Her predominant reaction to the hate and bigotry directed at John recently is not anger, she says. “These people are carrying so much sadness inside of them,” she says of online and IRL trolls. “That’s why they’re this way. And knowing that helps me cope; it helps me not take it so personally.”
Still, “since the stroke, it’s been hard,” Michaels says. “This is my best friend, and I know that if I was faced with all the things she’s been faced with, I would not be OK. But part of the reason Gisele is who she is, the reason she draws people the way she does, is because of her capacity for doing one hard thing, and then doing another one.”
In this last leg of the campaign, that hard thing has been addressing the media’s treatment of her husband’s recovery. “To me, it’s a story of triumph, right?” Gisele says. “We could be having such a positive conversation around disability, around strokes. I’m so proud of him. He didn’t get to heal in private, like most people do. He had to heal with the world watching.”
In a rare moment of public anger, she hit back when NBC correspondent Dasha Burns made critical remarks about her husband’s ability to comprehend small talk before their televised interview and about the closed captioning Fetterman used. “NBC said, ‘We were happy to do it,’” Gisele says. “No. It’s a civil right. It’s not a favor.”
The conversation around accommodations has opened up a discussion that otherwise might not have been included in Fetterman’s campaign: ableism. “I want to see something change,” she says. “I want people to learn from this.”
“A lot of the folks criticizing John, they have glasses, right? That’s also an accommodation,” she says. Gisele has been upfront about her own ADHD diagnosis, which she received two years ago at age 38. “For me, it’s a superpower. It allows me to do so many things.” Later in our talk, she’ll look behind me at a car pulling into a spot and cringe. “He needs help parking — he’s going to hit that motorcycle. See, ADHD!” she says with a laugh. She says her son August is a lot like she was as a kid. “At school, he has a wiggly chair, and he’s doing amazing, because he gets to move. It’s a very simple accommodation, but it makes his life better. I wish I could be wiggling in this chair!”

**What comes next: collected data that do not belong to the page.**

def coil_flux_linkage_harmonics(remanence_T, recoil_permeability, magnet_length_m, magnet_width_m,
                                magnet_thickness_m, face_gap_m, pole_pairs, ring_radius_m,
                                hole_tangential_m, leg_width_m, coil_thickness_m, orders,
                                n_slices=5, hole_radial_m=None, end_correction=True):
    """Peak per-turn flux linkage of each harmonic for a coil centred on a pole at theta_e = 0.

    Parameters
    ----------
    remanence_T : array_like, shape (n,)
        Br at the working temperature [T].
    recoil_permeability : array_like, shape (n,)
        mu_r of the magnet [-].
    magnet_length_m, magnet_width_m, magnet_thickness_m : array_like, shape (n,)
        Block radial length L, tangential width W, axial thickness h_m [m].
    face_gap_m : array_like, shape (n,)
        Gap g between the magnet faces [m].
    pole_pairs : array_like, shape (n,)
        p [-].
    ring_radius_m : array_like, shape (n,)
        Radius of the block centres (and coil centre) [m].
    hole_tangential_m : array_like, shape (n,)
        Coil hole width W_h [m].
    leg_width_m : array_like, shape (n,)
        In-plane leg width w, turns spread uniformly across it [m].
    coil_thickness_m : array_like, shape (n,)
        Axial winding thickness t_c, centred on the mid-plane [m].
    orders : array_like, shape (H,)
        Odd harmonic orders [-].
    n_slices : int
        Gauss-Legendre radial slices over the magnet length [-].
    hole_radial_m : array_like, shape (n,), optional
        Coil hole length L_h; default L + (W_h - W) (same clearance) [m].
    end_correction : bool
        Subtract the flux that fringes radially past each turn at the two magnet ends [-].

    Returns
    -------
    Lambda_n : ndarray, shape (n, H)
        Per-turn flux linkage lambda(theta_e) = sum_n Lambda_n cos(n theta_e), mean over the turns
        [Wb].

    Notes
    -----
    Per slice radius r and harmonic n, a turn of tangential half-width a links
    int_{-a}^{a} B_n cosh(u z) cos(u x) dx = (2 B_n / u) sin(u a) cosh(u z); the mean over the
    thickness gives sinh(u t_c/2) / (u t_c/2) and the mean over a = W_h/2 + s, s uniform on
    [0, w], gives (2 / (u^2 w)) [cos(u W_h/2) - cos(u (W_h/2 + w))]. x is taken as arc length at
    the slice radius (straight-sided coil and block, small angle). Every turn encloses the whole
    magnet length (the hole is longer than the block), so the slice sum covers the magnet length;
    see `_end_spill` for the radial ends.

    References
    ----------
    Parviainen, Niemela & Pyrhonen 2004 (see `fourier_coefficients`) for the slice method; the
    tangential and axial integrals are elementary.
    """
    args = (remanence_T, recoil_permeability, magnet_length_m, magnet_width_m,
            magnet_thickness_m, face_gap_m, pole_pairs, ring_radius_m, hole_tangential_m,
            leg_width_m, coil_thickness_m)
    if all(np.ndim(a) == 0 for a in args) and np.ndim(hole_radial_m) == 0:
        one = [np.atleast_1d(a) for a in args]
        hr = None if hole_radial_m is None else np.atleast_1d(hole_radial_m)
        return coil_flux_linkage_harmonics(*one, orders, n_slices, hr, end_correction)[0]
    n = np.asarray(orders, dtype=float)
    H = n.size
    f = lambda a: np.asarray(a, dtype=float)[..., None]  # noqa: E731  (N, 1)
    Br, mu, L, W, h = f(remanence_T), f(recoil_permeability), f(magnet_length_m), \
        f(magnet_width_m), f(magnet_thickness_m)
    d, p, Rm, a0 = f(face_gap_m) / 2, f(pole_pairs), f(ring_radius_m), f(hole_tangential_m) / 2
    w, t = f(leg_width_m), f(coil_thickness_m)
    r, wr = _slices(ring_radius_m, magnet_length_m, n_slices)  # (N, S)
    u1 = p / r
    # sin(n pi alpha/2), cos(n u1 a0), cos(n u1 (a0 + w)) for odd n by angle addition (no trig
    # on the harmonic axis: this kernel runs for every design of the search)
    # harmonic axis FIRST inside this kernel (contiguous per-harmonic rows), (H, N, S)
    s_a = _odd_multiples(0.5 * p * W / r, H)[1]
    c_0 = _odd_multiples(u1 * a0, H)[0]
    c_w = _odd_multiples(u1 * (a0 + w), H)[0]
    nn = n[:, None, None]
    u = nn * u1
    ed = np.exp(-2 * u * d)
    th, td = -np.expm1(-2 * u * h), -np.expm1(-2 * u * d)
    th, td = th / (2 - th), td / (2 - td)  # tanh via exp
    x = u * (t / 2)
    # sech(u d) sinh(x) / x, overflow-free (x < u d always)
    sx = (np.exp(x - u * d) - np.exp(-x - u * d)) / ((1 + ed) * x)
    amp = (4 / np.pi) * Br / nn * s_a * th / (th + mu * td) * sx
    tang = 2 * (c_0 - c_w) / (u * u * w)
    lam = np.einsum("...s,h...s->...h", wr, amp * tang)
    if not end_correction:
        return lam
    # radial ends, on a straight strip at the mean radius
    Lh = L + 2 * a0 - W if hole_radial_m is None else f(hole_radial_m)
    c_h = (Lh - L) / 2
    u0 = n * p / Rm  # (N, H)
    B0 = fourier_coefficients(Br[..., 0], mu[..., 0], h[..., 0], W[..., 0], 2 * d[..., 0],
                              p[..., 0], Rm[..., 0], n)
    x0 = u0 * t / 2
    beta = _end_decay_rate(u0, h, d, mu, t)
    spill = _end_spill(u0, beta, a0, w, c_h, L, p / Rm, H)
    # B0 decays as sech(u0 d) while sinh(x0) grows: cap x0 where B0 has underflowed anyway
    x0 = np.minimum(x0, 700.0)
    return lam - 2 * B0 / u0 * np.sinh(x0) / x0 * spill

The fundamental lesson of talking about inclusivity, she says, is that people see it’s OK to have differences, that they aren’t as calamitous as they’re sometimes portrayed, and that it often doesn’t take much to help someone feel comfortable. “I finally felt seen,” says Gisele of getting her diagnosis. “I think people want to be seen.”
We could be having such a positive conversation around disability, around strokes. I’m so proud of him. He didn’t get to heal in private, like most people do. He had to heal with the world watching.

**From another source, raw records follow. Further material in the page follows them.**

def winding_lengths(mean_turn_length_m, turns, strands, coils, series_coils_per_path):
    """Wire lengths of the stator.

    Parameters
    ----------
    mean_turn_length_m : array_like
        Mean length of one turn [m].
    turns, strands, coils, series_coils_per_path : array_like
        Turns per coil, strands in hand, coils Q and coils in series in one parallel path [-].

    Returns
    -------
    path_length_m : ndarray
        Length of one conductor (one strand) along one parallel path of a phase [m].
    total_wire_m : ndarray
        Wire to buy for the whole stator, all strands, before any margin [m].
    """
    per_coil = np.asarray(mean_turn_length_m) * np.asarray(turns)
    path_length = per_coil * np.asarray(series_coils_per_path)
    total = per_coil * np.asarray(strands) * np.asarray(coils)
    return path_length, total


def copper_mass_kg(total_wire_m, bare_diameter_m):
    """Copper mass of a wire length [kg]: length [m] x pi d^2/4 [m^2] x 8890 kg/m^3."""
    return np.asarray(total_wire_m) * np.pi * np.asarray(bare_diameter_m) ** 2 / 4.0 * COPPER_DENSITY_KG_M3


FIT_CHECKS = (
    ("magnets_overlap", "magnets overlap on the ring: fewer poles, narrower magnets or a larger ring"),
    ("coils_do_not_fit", "coil legs narrower than the minimum: fewer coils or a larger ring"),
    ("ring_beyond_disc", "magnets overhang the rotor disc: a larger disc or a smaller ring"),
    ("disc_beyond_envelope", "rotor disc or stator wider than the space allows"),
    ("axial_beyond_envelope", "rotors and stator longer than the axial space allows"),
    ("bore_clash", "coils or magnets reach into the shaft and hub clearance"),
)
"""Name and user-facing reason of each geometric fit check, in the order `fit_margins` returns them."""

When I tell Gisele I live in Indiana, Pennsylvania, a college town a little over an hour’s drive from Braddock, she asks if I know Lynne Alvine, a local Democratic activist. (I do.) She insists we take a photo together, which she immediately texts to Alvine.

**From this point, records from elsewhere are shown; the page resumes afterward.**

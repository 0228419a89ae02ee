"""Open-circuit EMF waveforms from per-turn flux-linkage harmonics and winding phase factors.

Waveform convention: M samples over one electrical period, theta_e = 2 pi m / M on the last axis;
phases a, b, c on the axis before: shape (n, 3, M).
"""

from __future__ import annotations

import numpy as np


def electrical_speed(pole_pairs, speed_rpm):
    """omega_e = p 2 pi rpm / 60 [rad/s] from pole pairs p [-] and shaft speed [rpm]."""
    return np.asarray(pole_pairs, dtype=float) * np.asarray(speed_rpm, dtype=float) * np.pi / 30


def phase_emf_waveform(Lambda_n, phase_factors, series_coils_per_path, turns, pole_pairs,
                       speed_rpm, orders, n_samples=72, n_first=None):
    """EMF of each phase of one parallel path, e = -d lambda / dt.

    Parameters
    ----------
    Lambda_n : array_like, shape (n, H)
        Per-turn peak flux linkage per harmonic of a coil centred at electrical angle 0 [Wb].
    phase_factors : array_like, complex, shape (n or 1, 3, H) or (3, H)
        K[ph, n] = (1/(Q/3)) sum over the coils k of phase ph of polarity_k exp(-j n theta_k) [-].
    series_coils_per_path : array_like, shape (n,)
        Coils in series in one path of a phase (Q / (3 a) for a parallel paths) [-].
    turns : array_like, shape (n,)
        Turns per coil N [-].
    pole_pairs : array_like, shape (n,)
        p [-].
    speed_rpm : array_like, shape (n,)
        Shaft speed [rpm].
    orders : array_like, shape (H,)
        Harmonic orders [-].
    n_samples : int
        M samples per electrical period, a multiple of 6 [-].
    n_first : int, optional
        Compute only the first n_first of the M samples (e.g. M // 6: for a balanced winding and
        an odd-harmonic field the first sixth of the period holds every line voltage and every
        conduction pattern of the bridge, see `rectifier.bridge_resistive`) [-].

    Returns
    -------
    e : ndarray, shape (n, 3, M) (or (n, 3, n_first))
        Phase EMF of one path [V].

    Notes
    -----
    lambda_ph(theta_e) = N Q_s Re(sum_n Lambda_n K[ph, n] exp(j n theta_e)) with N turns per
    coil and Q_s series coils per path, and d theta_e / dt = omega_e, so
    e = -omega_e N Q_s Re(sum_n j n Lambda_n K exp(j n theta_e)).
    The strands in hand of one turn are conductors in parallel: they carry the current between
    them and do not multiply the EMF (they appear only in the resistance and the coil's size).
    Computed as one real matrix product (n 3, 2H) x (2H, M).

    References
    ----------
    Faraday's law for the coil's flux linkage; phase factors from the star of slots (Bianchi &
    Dai Pre, IEE Proc. Electr. Power Appl. 153(3), 2006; from memory).
    """
    n = np.asarray(orders, dtype=float)
    c, scale = _coefficients(Lambda_n, phase_factors, series_coils_per_path, turns, pole_pairs,
                             speed_rpm, n)
    theta = 2 * np.pi * np.arange(n_samples if n_first is None else n_first) / n_samples
    arg = np.outer(n, theta)
    # Re(j c e^{j a}) = -Re(c) sin(a) - Im(c) cos(a)
    basis = np.concatenate([-np.sin(arg), -np.cos(arg)], axis=0)  # (2H, M)
    coef = np.concatenate([c.real, c.imag], axis=-1)  # (n, 3, 2H)
    e = coef @ basis
    return e * np.asarray(scale)[..., None, None]


def _coefficients(Lambda_n, phase_factors, series_coils_per_path, turns, pole_pairs, speed_rpm, n):
    """c[ph, n] = K[ph, n] Lambda_n n (complex, (n, 3, H)) and the factor -omega_e N n_s [V/Wb]:
    lambda_ph = N n_s Re(sum_n Lambda_n K exp(j n theta)), e = scale Re(sum_n j c exp(j n theta))."""
    K = np.asarray(phase_factors)
    if K.ndim == 2:
        K = K[None]
    scale = -(electrical_speed(pole_pairs, speed_rpm) * np.asarray(series_coils_per_path, float)
              * np.asarray(turns, dtype=float))
    c = K * (np.asarray(Lambda_n, dtype=float) * n)[..., None, :]
    return c, scale


def zero_sequence_emf_harmonics(Lambda_n, phase_factors, series_coils_per_path, turns, pole_pairs,
                                speed_rpm, orders):
    """Peak amplitude of each harmonic of the zero-sequence EMF e0 = (e_a + e_b + e_c) / 3 [V].

    Parameters are as in `phase_emf_waveform`. Returns shape (n, H), harmonic `orders[h]` on the
    last axis: e0 = sum_h A_h cos(n_h theta_e + phi_h). Only triplen orders survive for a
    balanced winding; this is the EMF that drives a delta's circulating current
    (`rectifier.delta_circulating_from_harmonics`), without sampling the waveform.
    """
    n = np.asarray(orders, dtype=float)
    c, scale = _coefficients(Lambda_n, phase_factors, series_coils_per_path, turns, pole_pairs,
                             speed_rpm, n)
    return np.abs(c.mean(axis=-2)) * np.abs(np.asarray(scale))[..., None]


def rms(x, axis=-1):
    """Root mean square over one period of evenly spaced samples [same unit as x]."""
    x = np.asarray(x)
    return np.sqrt(np.mean(x * x, axis=axis))


def peak(x, axis=-1):
    """Largest absolute sample over one period [same unit as x]."""
    return np.max(np.abs(np.asarray(x)), axis=axis)


def line_line(e):
    """Line-to-line voltages (ab, bc, ca) from phase (line-to-neutral) EMFs, shape (..., 3, M) [V]."""
    e = np.asarray(e)
    return e - np.roll(e, -1, axis=-2)


def emf_constant_line_rms_per_rpm(Lambda_n, phase_factors, series_coils_per_path, turns,
                                  pole_pairs, orders, n_samples=72):
    """Line-to-line rms EMF per rpm of a star connection, one path [V/rpm], shape (n,).

    Parameters are as in `phase_emf_waveform` (without the speed). The EMF is linear in speed, so
    the waveform at 1 rpm is the constant; the rms is the mean of the three line voltages' rms
    (equal for a balanced winding).
    """
    e = phase_emf_waveform(Lambda_n, phase_factors, series_coils_per_path, turns, pole_pairs, 1.0,
                           orders, n_samples)
    return np.mean(rms(line_line(e)), axis=-1)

“She’s just an incredible woman,” Alvine tells me on the phone later. “Her personal story is wonderful. The work she’s doing is everything I admire and believe in.” The two met on a number of occasions at political events, and to Alvine’s surprise, Gisele followed up, sending a handmade Christmas tree ornament with Alvine’s name on it — and sunflower seeds from her garden. “I don’t know how many generations she’s seeded,” Alvine says. “She gives them out to friends.”
“I think this world can be so cold sometimes, but growing and sharing sunflowers was an easy way to spread some joy and happiness,” Gisele says. “Sunflowers are always looking for the sun, and so am I.”